Fractional Delivery Management for a Digital Uplift
Sector: Professional Services
Practice: DeliveryAssure — Fractional Delivery Management
Objective: Restore delivery confidence across a drifting technology portfolio through fractional, practitioner-led oversight and governance assurance.
Assured Delivery Across a Drifting Technology Portfolio
A professional services firm of around 800 staff was running multiple simultaneous technology initiatives — including a CRM migration, Wi-Fi infrastructure upgrade, and a cyber and AI uplift programme. Each project had its own team, but collectively the portfolio was showing the early warning signs of delivery decay: milestones slipping, scope creeping, reporting inconsistent, and executives lacking visibility across competing priorities.
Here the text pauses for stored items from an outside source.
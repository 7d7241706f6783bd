"""Kernels that read the field: residual, Jacobi operator, flows, export, start field.

Same layout as :mod:`relaxtui.kernels.sweeps` (padded field ``u``, padded
class array ``cls``, class ``table``, row segments); ``codes`` is the
unpadded region-index picture and the per-region arrays are those of
:func:`relaxtui.kernels.assemble.class_table`.
"""

import numpy as np
from numba import prange
from relaxtui.kernels._bits import abs_bits, from_bits
from relaxtui.kernels._jit import kernel
from relaxtui.kernels.assemble import face_conductance, film_conductance
from relaxtui.kernels.blocks import segment, span, wsum, wsum_of

INTERIOR, FIXED, OUTSIDE, FLUX, CONVECTION = 0, 1, 2, 3, 4


@kernel(inline=True)
def _residual_bulk(up, mid, dn, wn, ws, ww, we, q, out, write, mr):
    for k in range(up.shape[0]):
        s = wsum(up, mid, dn, k, wn, ws, ww, we) + q
        r = s - mid[k + 1]
        if write:
            out[k] = r
        mr = max(mr, abs_bits(r))
    return mr


@kernel(inline=True)
def _residual_mixed(up, mid, dn, crow, table, out, write, mr):
    for k in range(up.shape[0]):
        c = crow[k]
        s = wsum_of(up, mid, dn, k, table, c)
        r = s - mid[k + 1]
        r = r if c != 0 else 0.0
        if write and c != 0:
            out[k] = r
        mr = max(mr, abs_bits(r))
    return mr


@kernel(parallel=True)
def residual(u, cls, table, row_ptr, seg_start, seg_end, seg_class, out, write, nblk):
    """Largest |contract residual| over the unknowns; with ``write``, also out[i - 1, j - 1] = residual.

    ``out`` is (rows, cols) (or a dummy when ``write`` is False); cells that
    are not unknowns are not written, the caller fills them with NaN first.
    """
    n = u.shape[0] - 2
    blk = np.zeros(nblk, dtype=np.int64)
    for b in prange(nblk):
        mr = 0
        lo, hi = span(b, n, nblk)
        for i in range(1 + lo, 1 + hi):
            up, mid, dn, crow = u[i - 1], u[i], u[i + 1], cls[i]
            orow = out[i - 1] if write else out[0]
            for s in range(row_ptr[i], row_ptr[i + 1]):
                j0, j1, c = segment(seg_start, seg_end, seg_class, s)
                o = orow[j0 - 1 : j1 - 1] if write else orow
                if c > 0:
                    mr = _residual_bulk(up[j0:j1], mid[j0 - 1 : j1 + 1], dn[j0:j1],
                                        table[c, 0], table[c, 1], table[c, 2], table[c, 3], table[c, 4], o, write, mr)
                else:
                    mr = _residual_mixed(up[j0:j1], mid[j0 - 1 : j1 + 1], dn[j0:j1], crow[j0:j1], table, o, write, mr)
        blk[b] = mr
    return from_bits(blk.max())


@kernel(inline=True)
def _apply_bulk(up, mid, dn, out, wn, ws, ww, we):
    for k in range(out.shape[0]):
        out[k] = wsum(up, mid, dn, k, wn, ws, ww, we)


@kernel(inline=True)
def _apply_mixed(up, mid, dn, out, crow, table):
    for k in range(out.shape[0]):
        c = crow[k]
        out[k] = wsum(up, mid, dn, k, table[c, 0], table[c, 1], table[c, 2], table[c, 3])


@kernel(parallel=True)
def jacobi_apply(x, out, cls, table, row_ptr, seg_start, seg_end, seg_class, nblk):
    """out = J x on the unknowns (J: the weights, no right-hand side); out must be zero elsewhere on entry."""
    n = x.shape[0] - 2
    for b in prange(nblk):
        lo, hi = span(b, n, nblk)
        for i in range(1 + lo, 1 + hi):
            up, mid, dn, orow, crow = x[i - 1], x[i], x[i + 1], out[i], cls[i]
            for s in range(row_ptr[i], row_ptr[i + 1]):
                j0, j1, c = segment(seg_start, seg_end, seg_class, s)
                if c > 0:
                    _apply_bulk(up[j0:j1], mid[j0 - 1 : j1 + 1], dn[j0:j1], orow[j0:j1], table[c, 0], table[c, 1], table[c, 2], table[c, 3])
                else:
                    _apply_mixed(up[j0:j1], mid[j0 - 1 : j1 + 1], dn[j0:j1], orow[j0:j1], crow[j0:j1], table)


@kernel(parallel=True)
def flows(codes, up_codes, dn_codes, has_up, has_dn, u, cls, row_ptr, seg_start, seg_end, seg_class, boundary, kind,
          conductivity, fixed_conductivity, value, flux, coefficient, ambient, h, nblk):
    """Per row block: the flow into the domain through each region's faces.

    ``acc[b, r]`` sums, over the interior cells of row block b and their faces
    with region r, G (value - u_P) for a fixed r, flux h for a flux r and
    U h (ambient - u_P) for a convection r (not multiplied by the depth).
    Only cells of classes with ``boundary[class] != 0`` (a fixed, flux or
    convection neighbour) are visited, found through the row segments: bulk
    runs never have such faces. ``u`` and ``cls`` are padded, ``codes`` is not.
    Blocks depend on ``nblk`` only, so the caller's sum does not depend on
    the thread count.

    ``up_codes`` and ``dn_codes`` are the picture rows just above and below
    ``codes``, read only when ``has_up`` / ``has_dn``: a strip of an MPI run
    (:mod:`relaxtui.parallel.strip`) passes its neighbours' rows; the whole
    picture passes any row and False, False (no neighbour rows).
    """
    rows, cols = codes.shape
    nreg = kind.shape[0]
    acc = np.zeros((nblk, nreg))
    for b in prange(nblk):
        for pi in range(1 + b * rows // nblk, 1 + (b + 1) * rows // nblk):
            i = pi - 1
            for s in range(row_ptr[pi], row_ptr[pi + 1]):
                if seg_class[s] > 0 and boundary[seg_class[s]] == 0:
                    continue
                for pj in range(seg_start[s], seg_end[s]):
                    if boundary[cls[pi, pj]] == 0:
                        continue
                    j = pj - 1
                    kp = conductivity[codes[i, j]]
                    up = u[pi, pj]
                    for side in range(4):
                        a = i + (-1 if side == 0 else (1 if side == 1 else 0))
                        c = j + (-1 if side == 2 else (1 if side == 3 else 0))
                        if c < 0 or c >= cols:
                            continue
                        if a < 0:
                            if not has_up:
                                continue
                            rx = up_codes[c]
                        elif a >= rows:
                            if not has_dn:
                                continue
                            rx = dn_codes[c]
                        else:
                            rx = codes[a, c]
                        kx = kind[rx]
                        if kx == FIXED:
                            kn = fixed_conductivity[rx]
                            if kn <= 0.0:
                                kn = kp
                            acc[b, rx] += face_conductance(kp, kn) * (value[rx] - up)
                        elif kx == FLUX:
                            acc[b, rx] += flux[rx] * h
                        elif kx == CONVECTION:
                            uh = film_conductance(coefficient[rx], kp, h)
                            acc[b, rx] += uh * (ambient[rx] - up)
    return acc


@kernel(parallel=True)
def export_field(codes, kind, value, u, out):
    """out (rows, cols) = the padded field's interior cells, fixed cells at their exact value
    (``value`` per code: a float32 field holds only its rounding), NaN elsewhere."""
    rows, cols = codes.shape
    for i in prange(rows):
        for j in range(cols):
            r = codes[i, j]
            k = kind[r]
            out[i, j] = u[i + 1, j + 1] if k == INTERIOR else (value[r] if k == FIXED else np.nan)


@kernel(parallel=True)
def init_field(codes, kind, value, initial, use_initial, guess, u):
    """Fill the padded field u (zeros on entry): fixed cells at their value, interior cells at
    ``initial`` (when ``use_initial``) or ``guess``.

    Returns the number of interior cells whose initial value is not finite
    (those get ``guess``); the caller rejects the field if it is not 0.
    """
    rows, cols = codes.shape
    bad = np.zeros(rows, dtype=np.int64)
    for i in prange(rows):
        for j in range(cols):
            r = codes[i, j]
            k = kind[r]
            if k == FIXED:
                u[i + 1, j + 1] = value[r]
            elif k == INTERIOR:
                v = guess
                if use_initial:
                    x = initial[i, j]
                    if np.isfinite(x):
                        v = x
                    else:
                        bad[i] += 1
                u[i + 1, j + 1] = v
    return bad.sum()


@kernel
def first_bad_initial(codes, kind, initial):
    """(row, col) of the first interior cell whose initial value is not finite, or (-1, -1)."""
    rows, cols = codes.shape
    for i in range(rows):
        for j in range(cols):
            if kind[codes[i, j]] == INTERIOR and not np.isfinite(initial[i, j]):
                return i, j
    return -1, -1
The CIO recognised the situation before it became critical. A full-time Delivery Director was not yet warranted — but an independent layer of oversight was needed to prevent further slippage and restore confidence across the portfolio.
The 123.EXPERT Approach
123.EXPERT deployed one of its in-house consultants as a Fractional Delivery Manager, engaged three days per week. Because 123.EXPERT’s in-house team operates within the same practitioner network as its broader consultant pool, the client gained contingent expertise spanning IT consulting, governance, portfolio oversight, and delivery assurance — without the cost structure of a full-time executive appointment or a traditional consulting engagement.
The engagement delivered:
- Portfolio-level reporting giving executives clear visibility of risks, dependencies, and resource allocation across all initiatives.
- Governance alignment across project managers and coordinators, establishing consistent delivery standards.
- Vendor relationship remediation — renegotiating contracts and resetting service expectations.
- Steering committee leadership, clarifying priorities and strengthening decision-making discipline.
- Benefits tracking frameworks and post-project review processes embedded as business-as-usual.
Once timelines were restored the consultant remained available on an as-needed basis — providing continuity without unnecessary overhead.
Outcome
Within months, delivery consistency improved, project risks reduced, and executive confidence was restored. Initiatives previously at risk were realigned. Governance processes that had been ad hoc became sustainable and repeatable.
The cyber and AI uplift programme — one of the more complex initiatives in the portfolio — was brought under consistent governance for the first time, with clear ownership, reporting discipline, and stage-gate criteria established before the next phase of work commenced.
The fractional model gave the firm executive-level delivery assurance at a fraction of the cost of a permanent appointment — and left the organisation with the capability to sustain it independently.